> _WHAT IS EXPECTED_: This exercise calls for the line with "each other. */", the line with "innerRadius_m: diameter_m /", and all lines between them in the material below, output exactly and with no other lines.

> _EXERCISE INPUT_:

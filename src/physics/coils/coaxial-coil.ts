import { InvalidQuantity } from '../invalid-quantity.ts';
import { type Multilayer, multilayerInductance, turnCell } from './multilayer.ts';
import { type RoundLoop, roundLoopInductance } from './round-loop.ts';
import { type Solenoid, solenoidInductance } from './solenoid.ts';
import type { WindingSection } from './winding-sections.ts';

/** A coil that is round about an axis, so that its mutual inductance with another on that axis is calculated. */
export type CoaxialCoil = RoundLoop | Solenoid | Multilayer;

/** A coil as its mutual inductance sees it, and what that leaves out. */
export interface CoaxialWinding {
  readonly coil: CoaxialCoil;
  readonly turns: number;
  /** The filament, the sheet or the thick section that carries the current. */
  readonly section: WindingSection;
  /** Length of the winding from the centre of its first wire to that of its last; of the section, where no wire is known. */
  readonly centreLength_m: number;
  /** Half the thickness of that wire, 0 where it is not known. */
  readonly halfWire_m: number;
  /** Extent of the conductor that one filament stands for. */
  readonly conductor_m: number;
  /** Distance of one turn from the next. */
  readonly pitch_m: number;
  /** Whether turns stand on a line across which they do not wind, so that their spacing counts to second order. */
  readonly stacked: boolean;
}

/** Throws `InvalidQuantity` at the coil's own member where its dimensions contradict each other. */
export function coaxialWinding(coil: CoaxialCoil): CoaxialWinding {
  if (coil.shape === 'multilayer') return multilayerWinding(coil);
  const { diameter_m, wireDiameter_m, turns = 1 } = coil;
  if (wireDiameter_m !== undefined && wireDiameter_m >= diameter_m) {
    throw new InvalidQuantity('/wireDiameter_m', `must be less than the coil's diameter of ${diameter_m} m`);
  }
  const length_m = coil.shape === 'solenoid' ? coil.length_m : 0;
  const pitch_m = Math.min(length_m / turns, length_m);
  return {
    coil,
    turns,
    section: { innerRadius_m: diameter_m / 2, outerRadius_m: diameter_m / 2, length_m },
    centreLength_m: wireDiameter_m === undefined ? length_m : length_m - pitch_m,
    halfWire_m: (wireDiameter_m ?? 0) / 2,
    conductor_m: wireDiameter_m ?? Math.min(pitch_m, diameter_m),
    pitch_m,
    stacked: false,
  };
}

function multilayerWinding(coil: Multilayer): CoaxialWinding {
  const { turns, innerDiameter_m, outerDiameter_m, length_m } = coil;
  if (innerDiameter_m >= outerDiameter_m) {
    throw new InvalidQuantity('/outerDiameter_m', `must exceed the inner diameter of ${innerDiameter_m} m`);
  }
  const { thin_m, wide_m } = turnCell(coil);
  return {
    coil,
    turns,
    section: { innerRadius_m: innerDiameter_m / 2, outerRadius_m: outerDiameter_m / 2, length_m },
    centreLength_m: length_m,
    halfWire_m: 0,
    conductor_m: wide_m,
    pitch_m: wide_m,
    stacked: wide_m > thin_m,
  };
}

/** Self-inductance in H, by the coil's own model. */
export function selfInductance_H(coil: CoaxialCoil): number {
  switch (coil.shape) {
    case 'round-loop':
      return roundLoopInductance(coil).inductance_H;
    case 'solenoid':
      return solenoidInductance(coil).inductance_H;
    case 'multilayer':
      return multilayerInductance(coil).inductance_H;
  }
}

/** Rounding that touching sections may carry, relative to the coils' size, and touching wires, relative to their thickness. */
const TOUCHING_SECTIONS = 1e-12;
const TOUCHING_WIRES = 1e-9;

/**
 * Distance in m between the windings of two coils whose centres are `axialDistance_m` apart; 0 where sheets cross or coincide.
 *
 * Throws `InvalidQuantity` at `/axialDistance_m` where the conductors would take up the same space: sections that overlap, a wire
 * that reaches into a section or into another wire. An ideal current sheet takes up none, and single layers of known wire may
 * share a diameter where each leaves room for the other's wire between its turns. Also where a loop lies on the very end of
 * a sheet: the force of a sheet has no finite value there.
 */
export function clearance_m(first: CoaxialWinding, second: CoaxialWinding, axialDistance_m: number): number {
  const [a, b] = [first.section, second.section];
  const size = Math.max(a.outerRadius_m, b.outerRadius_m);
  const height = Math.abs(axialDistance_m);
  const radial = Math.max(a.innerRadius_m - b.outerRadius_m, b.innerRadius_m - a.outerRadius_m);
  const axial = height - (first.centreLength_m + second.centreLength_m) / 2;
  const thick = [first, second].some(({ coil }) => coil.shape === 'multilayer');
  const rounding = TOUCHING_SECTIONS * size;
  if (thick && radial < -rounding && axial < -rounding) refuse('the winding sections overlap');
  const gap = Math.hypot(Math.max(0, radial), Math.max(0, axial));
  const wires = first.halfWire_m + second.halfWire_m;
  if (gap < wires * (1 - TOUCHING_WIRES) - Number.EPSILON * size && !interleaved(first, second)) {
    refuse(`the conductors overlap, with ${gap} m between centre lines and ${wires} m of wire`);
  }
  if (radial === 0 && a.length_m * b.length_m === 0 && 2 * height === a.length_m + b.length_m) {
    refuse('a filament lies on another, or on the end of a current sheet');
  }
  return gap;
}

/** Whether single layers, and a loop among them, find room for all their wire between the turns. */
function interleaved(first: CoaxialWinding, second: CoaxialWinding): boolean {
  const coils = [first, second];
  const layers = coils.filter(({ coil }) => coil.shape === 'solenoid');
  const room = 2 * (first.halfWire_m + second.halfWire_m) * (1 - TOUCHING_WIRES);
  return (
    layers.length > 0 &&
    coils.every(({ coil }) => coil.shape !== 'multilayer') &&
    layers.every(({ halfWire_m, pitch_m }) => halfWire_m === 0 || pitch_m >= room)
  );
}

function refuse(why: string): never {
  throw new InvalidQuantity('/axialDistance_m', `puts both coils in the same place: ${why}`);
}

--

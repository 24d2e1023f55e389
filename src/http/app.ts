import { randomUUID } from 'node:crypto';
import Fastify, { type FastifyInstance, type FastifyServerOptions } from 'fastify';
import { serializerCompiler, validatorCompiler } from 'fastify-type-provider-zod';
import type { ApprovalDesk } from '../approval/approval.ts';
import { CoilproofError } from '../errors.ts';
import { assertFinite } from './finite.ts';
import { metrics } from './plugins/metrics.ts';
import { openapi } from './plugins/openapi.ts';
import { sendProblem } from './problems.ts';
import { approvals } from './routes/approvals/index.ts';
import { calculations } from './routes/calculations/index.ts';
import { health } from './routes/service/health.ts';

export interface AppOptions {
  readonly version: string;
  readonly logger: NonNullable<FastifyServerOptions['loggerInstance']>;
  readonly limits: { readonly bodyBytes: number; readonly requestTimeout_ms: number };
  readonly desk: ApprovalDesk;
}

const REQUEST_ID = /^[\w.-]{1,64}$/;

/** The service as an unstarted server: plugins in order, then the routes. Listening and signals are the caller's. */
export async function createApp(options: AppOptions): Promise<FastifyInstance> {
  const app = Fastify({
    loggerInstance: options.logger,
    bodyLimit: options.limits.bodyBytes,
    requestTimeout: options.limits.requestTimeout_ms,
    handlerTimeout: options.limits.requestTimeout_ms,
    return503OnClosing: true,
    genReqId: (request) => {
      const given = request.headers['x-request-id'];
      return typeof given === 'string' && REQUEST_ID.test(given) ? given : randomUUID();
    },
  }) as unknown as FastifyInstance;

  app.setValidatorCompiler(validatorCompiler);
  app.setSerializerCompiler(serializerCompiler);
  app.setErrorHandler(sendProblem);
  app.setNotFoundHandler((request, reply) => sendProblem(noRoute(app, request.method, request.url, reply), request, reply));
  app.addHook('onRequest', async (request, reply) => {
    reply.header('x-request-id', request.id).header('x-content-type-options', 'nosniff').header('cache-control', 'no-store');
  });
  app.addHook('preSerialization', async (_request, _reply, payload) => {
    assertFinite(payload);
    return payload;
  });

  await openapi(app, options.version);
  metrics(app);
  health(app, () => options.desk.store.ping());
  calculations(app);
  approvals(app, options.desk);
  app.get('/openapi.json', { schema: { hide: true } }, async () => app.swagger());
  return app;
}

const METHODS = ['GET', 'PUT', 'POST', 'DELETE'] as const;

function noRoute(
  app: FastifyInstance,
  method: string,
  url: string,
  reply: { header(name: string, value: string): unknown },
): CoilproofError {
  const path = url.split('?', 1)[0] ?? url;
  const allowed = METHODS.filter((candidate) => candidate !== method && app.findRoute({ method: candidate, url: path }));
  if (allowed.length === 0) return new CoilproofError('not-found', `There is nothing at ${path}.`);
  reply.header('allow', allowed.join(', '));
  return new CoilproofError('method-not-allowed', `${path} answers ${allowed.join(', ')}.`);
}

> _REPLY TO THE TASK_:
/** Throws `InvalidQuantity` at the coil's own member where its dimensions contradict each other. */
export function coaxialWinding(coil: CoaxialCoil): CoaxialWinding {
  if (coil.shape === 'multilayer') return multilayerWinding(coil);
  const { diameter_m, wireDiameter_m, turns = 1 } = coil;
  if (wireDiameter_m !== undefined && wireDiameter_m >= diameter_m) {
    throw new InvalidQuantity('/wireDiameter_m', `must be less than the coil's diameter of ${diameter_m} m`);
  }
  const length_m = coil.shape === 'solenoid' ? coil.length_m : 0;
  const pitch_m = Math.min(length_m / turns, length_m);
  return {
    coil,
    turns,
    section: { innerRadius_m: diameter_m / 2, outerRadius_m: diameter_m / 2, length_m },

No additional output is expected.